| THE RECORDS |
************

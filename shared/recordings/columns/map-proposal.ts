import type { ForceChannel } from '../../mechanics/types.ts'
import type { ColumnMap, ForceUnit, TimeUnit } from '../column-map.ts'
import { shown } from '../safe-text.ts'
import type { Settled } from './draft.ts'
import { evenStep } from './content.ts'
import { timeUnitByStep } from './guess.ts'
import type { Heading } from './heading.ts'
import type { Columns } from './settle-map.ts'

/** What a column can be taken for. */
export type ColumnRole =
  | { kind: 'time'; unit: TimeUnit }
  | { kind: 'within-frame' }
  | { kind: 'force'; channel: ForceChannel; unit: ForceUnit }
  | { kind: 'unused' }

/** One column: what it is proposed to be, how sure that is and why, and what else it could be. */
export interface ColumnProposal {
  index: number
  /** Its heading, made safe to show; '' without one. */
  name: string
  role: ColumnRole
  /** 0 (a guess) to 1 (the heading says so). */
  confidence: number
  reasons: string[]
  /** Likeliest first. */
  alternatives: ColumnRole[]
}

/** A map to be confirmed or corrected, and why it is proposed. */
export interface MapProposal {
  map: ColumnMap
  /** That of its least sure column in use. */
  confidence: number
  columns: ColumnProposal[]
}

const GUESS = 0.4

/** The draft with what is open in it taken as it is likeliest. */
function completed({ draft }: Settled, { contentOf }: Columns): ColumnMap {
  const { time, forces } = draft
  const step = time && time.unit === null ? evenStep(contentOf(time.index)) : null
  const within = time?.within && {
    ...time.within,
    samplesPerFrame:
      Math.round(contentOf(time.within.index).greatest - contentOf(time.within.index).least) + 1,
  }
  return {
    time: time && {
      index: time.index,
      name: time.name,
      unit: time.unit ?? timeUnitByStep(step ?? NaN) ?? 's',
      ...(within ? { within } : {}),
    },
    forces: forces.map((force) => ({ ...force, unit: force.unit ?? 'N' })),
  }
}

function roleOf(index: number, map: ColumnMap): ColumnRole {
  if (map.time?.index === index) return { kind: 'time', unit: map.time.unit }
  if (map.time?.within?.index === index) return { kind: 'within-frame' }
  const force = map.forces.find((one) => one.index === index)
  return force ? { kind: 'force', channel: force.channel, unit: force.unit } : { kind: 'unused' }
}

function alternativesTo(role: ColumnRole, isNumeric: boolean, unit: ForceUnit): ColumnRole[] {
  if (!isNumeric) return []
  const channels: ForceChannel[] = ['left', 'right', 'single', 'total']
  const forces = channels
    .filter((channel) => role.kind !== 'force' || role.channel !== channel)
    .map((channel): ColumnRole => ({
      kind: 'force',
      channel,
      unit: role.kind === 'force' ? role.unit : unit,
    }))
  const times = (['s', 'ms', 'samples'] as const)
    .filter((timeUnit) => role.kind !== 'time' || role.unit !== timeUnit)
    .map((timeUnit): ColumnRole => ({ kind: 'time', unit: timeUnit }))
  const unused: ColumnRole[] = role.kind === 'unused' ? [] : [{ kind: 'unused' }]
  return role.kind === 'time' ? [...times, ...unused, ...forces] : [...forces, ...unused, ...times]
}

function reasonFor(role: ColumnRole, heading: Heading | undefined, isNumeric: boolean): [number, string] {
  if (!isNumeric) return [1, 'It holds no numbers.']
  const named = heading && heading.name !== ''
  if (role.kind === 'unused') {
    if (!named) return [GUESS, 'It has no heading.']
    return heading.quantity === 'force'
      ? [GUESS, 'Its heading names a force that found no place.']
      : [0.9, 'Its heading names neither time nor vertical force.']
  }
  if (!named)
    return [
      GUESS,
      role.kind === 'time'
        ? 'It has no heading, and rises evenly.'
        : 'It has no heading, and moves as a force does.',
    ]
  if (role.kind === 'within-frame' || (role.kind === 'time' && role.unit === 'samples'))
    return heading.quantity === 'other'
      ? [GUESS, 'It counts up by one.']
      : [0.9, 'Its heading names a count of samples.']
  if (role.kind === 'time') {
    if (heading.quantity !== 'time') return [GUESS, 'It rises evenly.']
    return heading.unit.family === 'time'
      ? [1, 'Its heading names time and unit.']
      : [0.85, 'Its heading names time; its steps fit this unit only.']
  }
  if (heading.quantity !== 'force') return [GUESS, 'It moves as a force does.']
  if (heading.unit.family !== 'force')
    return [GUESS, 'Its heading names a force without a unit; its size fits this one.']
  if (role.channel === 'total' && heading.foot === null)
    return [0.8, 'Its heading names a force and no foot.']
  return [1, 'Its heading names force and unit.']
}

/** Explains a settled map column by column; what a person must settle counts as a guess. */
export function explainMap(settled: Settled, columns: Columns): MapProposal {
  const map = completed(settled, columns)
  const count = Math.max(columns.headings.length, ...columns.numeric.map((index) => index + 1))
  const unit = map.forces[0]?.unit ?? 'N'
  const proposals = Array.from({ length: count }, (_, index): ColumnProposal => {
    const role = roleOf(index, map)
    const isNumeric = columns.numeric.includes(index)
    const why = settled.whys.get(index)
    const [confidence, sentence] = reasonFor(role, columns.headings[index], isNumeric)
    return {
      index,
      name: shown(columns.headings[index]?.name ?? ''),
      role,
      confidence: why?.confidence ?? confidence,
      reasons: why ? [sentence, why.sentence] : [sentence],
      alternatives: alternativesTo(role, isNumeric, unit),
    }
  })
  const used = proposals.filter(({ role }) => role.kind !== 'unused')
  const least = Math.min(1, ...used.map(({ confidence }) => confidence))
  const open = settled.problem !== null || map.forces.length === 0
  return { map, confidence: open ? Math.min(GUESS, least) : least, columns: proposals }
}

************

| WHAT IS BEING ASKED |
Reproduce the data shown above with every line intact.

| RESULT FOR THIS EXERCISE |
filename shared/recordings/columns/map-proposal.ts
import type { ForceChannel } from '../../mechanics/types.ts'
import type { ColumnMap, ForceUnit, TimeUnit } from '../column-map.ts'
import { shown } from '../safe-text.ts'
import type { Settled } from './draft.ts'
import { evenStep } from './content.ts'
import { timeUnitByStep } from './guess.ts'
import type { Heading } from './heading.ts'
import type { Columns } from './settle-map.ts'

/** What a column can be taken for. */
export type ColumnRole =
  | { kind: 'time'; unit: TimeUnit }
  | { kind: 'within-frame' }
  | { kind: 'force'; channel: ForceChannel; unit: ForceUnit }
  | { kind: 'unused' }

/** One column: what it is proposed to be, how sure that is and why, and what else it could be. */
export interface ColumnProposal {
  index: number
  /** Its heading, made safe to show; '' without one. */
  name: string
  role: ColumnRole
  /** 0 (a guess) to 1 (the heading says so). */
  confidence: number
  reasons: string[]
  /** Likeliest first. */
  alternatives: ColumnRole[]
}

/** A map to be confirmed or corrected, and why it is proposed. */
export interface MapProposal {
  map: ColumnMap
  /** That of its least sure column in use. */
  confidence: number
  columns: ColumnProposal[]
}

const GUESS = 0.4

/** The draft with what is open in it taken as it is likeliest. */
function completed({ draft }: Settled, { contentOf }: Columns): ColumnMap {
  const { time, forces } = draft
  const step = time && time.unit === null ? evenStep(contentOf(time.index)) : null
  const within = time?.within && {
    ...time.within,
    samplesPerFrame:
      Math.round(contentOf(time.within.index).greatest - contentOf(time.within.index).least) + 1,
  }
  return {
    time: time && {
      index: time.index,
      name: time.name,
      unit: time.unit ?? timeUnitByStep(step ?? NaN) ?? 's',
      ...(within ? { within } : {}),
    },
    forces: forces.map((force) => ({ ...force, unit: force.unit ?? 'N' })),
  }
}

function roleOf(index: number, map: ColumnMap): ColumnRole {
  if (map.time?.index === index) return { kind: 'time', unit: map.time.unit }
  if (map.time?.within?.index === index) return { kind: 'within-frame' }
  const force = map.forces.find((one) => one.index === index)
  return force ? { kind: 'force', channel: force.channel, unit: force.unit } : { kind: 'unused' }
}

function alternativesTo(role: ColumnRole, isNumeric: boolean, unit: ForceUnit): ColumnRole[] {
  if (!isNumeric) return []
  const channels: ForceChannel[] = ['left', 'right', 'single', 'total']
  const forces = channels
    .filter((channel) => role.kind !== 'force' || role.channel !== channel)
    .map((channel): ColumnRole => ({
      kind: 'force',
      channel,
      unit: role.kind === 'force' ? role.unit : unit,
    }))
  const times = (['s', 'ms', 'samples'] as const)
    .filter((timeUnit) => role.kind !== 'time' || role.unit !== timeUnit)
    .map((timeUnit): ColumnRole => ({ kind: 'time', unit: timeUnit }))
  const unused: ColumnRole[] = role.kind === 'unused' ? [] : [{ kind: 'unused' }]
  return role.kind === 'time' ? [...times, ...unused, ...forces] : [...forces, ...unused, ...times]
}

function reasonFor(role: ColumnRole, heading: Heading | undefined, isNumeric: boolean): [number, string] {
  if (!isNumeric) return [1, 'It holds no numbers.']
  const named = heading && heading.name !== ''
  if (role.kind === 'unused') {
    if (!named) return [GUESS, 'It has no heading.']
    return heading.quantity === 'force'
      ? [GUESS, 'Its heading names a force that found no place.']
      : [0.9, 'Its heading names neither time nor vertical force.']
  }
  if (!named)
    return [
      GUESS,
      role.kind === 'time'
        ? 'It has no heading, and rises evenly.'
        : 'It has no heading, and moves as a force does.',
    ]
  if (role.kind === 'within-frame' || (role.kind === 'time' && role.unit === 'samples'))
    return heading.quantity === 'other'
      ? [GUESS, 'It counts up by one.']
      : [0.9, 'Its heading names a count of samples.']
  if (role.kind === 'time') {
    if (heading.quantity !== 'time') return [GUESS, 'It rises evenly.']
    return heading.unit.family === 'time'
      ? [1, 'Its heading names time and unit.']
      : [0.85, 'Its heading names time; its steps fit this unit only.']
  }
  if (heading.quantity !== 'force') return [GUESS, 'It moves as a force does.']
  if (heading.unit.family !== 'force')
    return [GUESS, 'Its heading names a force without a unit; its size fits this one.']
  if (role.channel === 'total' && heading.foot === null)
    return [0.8, 'Its heading names a force and no foot.']
  return [1, 'Its heading names force and unit.']
}

/** Explains a settled map column by column; what a person must settle counts as a guess. */
export function explainMap(settled: Settled, columns: Columns): MapProposal {
  const map = completed(settled, columns)
  const count = Math.max(columns.headings.length, ...columns.numeric.map((index) => index + 1))
  const unit = map.forces[0]?.unit ?? 'N'
  const proposals = Array.from({ length: count }, (_, index): ColumnProposal => {
    const role = roleOf(index, map)
    const isNumeric = columns.numeric.includes(index)
    const why = settled.whys.get(index)
    const [confidence, sentence] = reasonFor(role, columns.headings[index], isNumeric)
    return {
      index,
      name: shown(columns.headings[index]?.name ?? ''),
      role,
      confidence: why?.confidence ?? confidence,
      reasons: why ? [sentence, why.sentence] : [sentence],
      alternatives: alternativesTo(role, isNumeric, unit),
    }
  })
  const used = proposals.filter(({ role }) => role.kind !== 'unused')
  const least = Math.min(1, ...used.map(({ confidence }) => confidence))
  const open = settled.problem !== null || map.forces.length === 0
  return { map, confidence: open ? Math.min(GUESS, least) : least, columns: proposals }
}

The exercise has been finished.